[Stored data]

----------------

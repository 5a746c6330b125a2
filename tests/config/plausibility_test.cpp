// Facts that each look right alone and together describe no pump.
#include <gtest/gtest.h>

#include "tests/config/patched_plant.hpp"

namespace slipledger::config {
namespace {

struct Impossible {
    const char* name;
    const char* patch;
    const char* pointer;
    const char* said;  // a piece of what is wanted, for the person who mends it
};

class ImpossiblePump : public testing::TestWithParam<Impossible> {};

TEST_P(ImpossiblePump, IsRefusedWithAReason) {
    const PlantReading reading = read_patched(GetParam().patch);
    ASSERT_EQ(reading.faults.size(), 1U) << told(reading);
    EXPECT_EQ(reading.faults[0].pointer, GetParam().pointer);
    EXPECT_NE(reading.faults[0].wanted.find(GetParam().said), std::string::npos) << told(reading);
}

// Sources: variable pressure-compensated pumps need an outside drain, vane pumps 600 rpm (common practice, no source);
// the others follow from how such pumps are built.
constexpr Impossible impossible[] = {
    {"PressureCompensatedWithInsideDrain",
     R"([{"op":"add","path":"/pumps/0/drain","value":"internal"},{"op":"remove","path":"/pumps/0/sensors"}])",
     "/pumps/0/drain", "must leave the case by a line of its own"},
    {"PressureCompensatedWithoutSetting", R"([{"op":"remove","path":"/pumps/0/compensator_bar"}])",
     "/pumps/0/compensator_bar", "its setting in bar"},
    {"ReliefBelowCompensator", R"([{"op":"add","path":"/pumps/0/relief_bar","value":240}])", "/pumps/0/relief_bar",
     "above the compensator's setting of 250 bar"},
    {"GearPumpThatChangesItsStroke",
     R"([{"op":"replace","path":"/pumps/1/type","value":"external-gear"},
         {"op":"add","path":"/pumps/1/control","value":"load-sensing"}])",
     "/pumps/1/control", "a gear pump cannot change its stroke"},
    {"GearPumpJudgedByItsDrain",
     R"([{"op":"replace","path":"/pumps/1/type","value":"internal-gear"},
         {"op":"add","path":"/pumps/1/drain","value":"external"},
         {"op":"add","path":"/pumps/1/sensors","value":{"case_drain_flow":{}}}])",
     "/pumps/1/sensors", "can only be judged by delivery"},
    {"MeterInADrainThatIsInside",
     R"([{"op":"add","path":"/pumps/1/drain","value":"internal"},
         {"op":"add","path":"/pumps/1/sections/0/sensors","value":{"case_drain_flow":{}}}])",
     "/pumps/1/sections/0/sensors", "its oil passes no meter"},
    {"FlushedInsideDrain",
     R"([{"op":"add","path":"/pumps/1/drain","value":"internal"},
         {"op":"add","path":"/pumps/1/case_flushing_lpm","value":2}])",
     "/pumps/1/case_flushing_lpm", "nothing flushes"},
    {"FixedPumpWithCompensator", R"([{"op":"add","path":"/pumps/1/sections/1/compensator_bar","value":120}])",
     "/pumps/1/sections/1/compensator_bar", "a fixed pump has no compensator"},
    {"FixedPumpWithVolumeStop", R"([{"op":"add","path":"/pumps/1/max_stroke_fraction","value":0.8}])",
     "/pumps/1/max_stroke_fraction", "a fixed pump has no volume stop"},
    {"StrokeMeasuredByNothing",
     R"([{"op":"replace","path":"/pumps/0/control","value":"stroke-measured"},
         {"op":"remove","path":"/pumps/0/compensator_bar"}])",
     "/pumps/0/sensors", "a stroke sensor"},
    {"VanePumpRatedBelowItsMinimumSpeed",
     R"([{"op":"replace","path":"/pumps/1/rated/speed_rpm","value":500},
         {"op":"remove","path":"/pumps/1/sections/1/rated"}])",
     "/pumps/1/rated", "minimum speed of 600 rpm"},
    {"DrainGroupWithoutDrain",
     R"([{"op":"add","path":"/pumps/1/drain","value":"internal"},
         {"op":"add","path":"/pumps/1/drain_group","value":"saw"}])",
     "/pumps/1/drain_group", "the drain is internal"},
    {"TemperatureMeasuredAtTheReturnSide",
     R"([{"op":"add","path":"/pumps/0/sensors/fluid_temperature","value":{"measured_at":"return-side"}}])",
     "/pumps/0/sensors/fluid_temperature/measured_at", "only delivery_flow"},
};

INSTANTIATE_TEST_SUITE_P(PlantFaults, ImpossiblePump, testing::ValuesIn(impossible),
                         [](const auto& row) { return std::string(row.param.name); });

TEST(PlausiblePump, GearPumpDrainsInsideUnlessToldOtherwise) {
    const PlantReading reading = read_patched(R"([{"op":"replace","path":"/pumps/1/type","value":"external-gear"}])");
    ASSERT_TRUE(reading) << told(reading);
    EXPECT_EQ(reading.plant->pumps[1].drain, Drain::internal);
}

TEST(PlausiblePump, SharesADrainMeterInAGroupOfTwo) {
    const PlantReading reading = read_patched(R"([{"op":"add","path":"/pumps/1/drain_group","value":"saw"}])");
    ASSERT_TRUE(reading) << told(reading);
    EXPECT_EQ(reading.plant->pumps[1].sections[0].drain_group, "saw");
}

}  // namespace
}  // namespace slipledger::config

----------------

Going through the entries above, count each line that has the word "ImpossiblePump" and report only the count.

■ YOUR SOLUTION: 3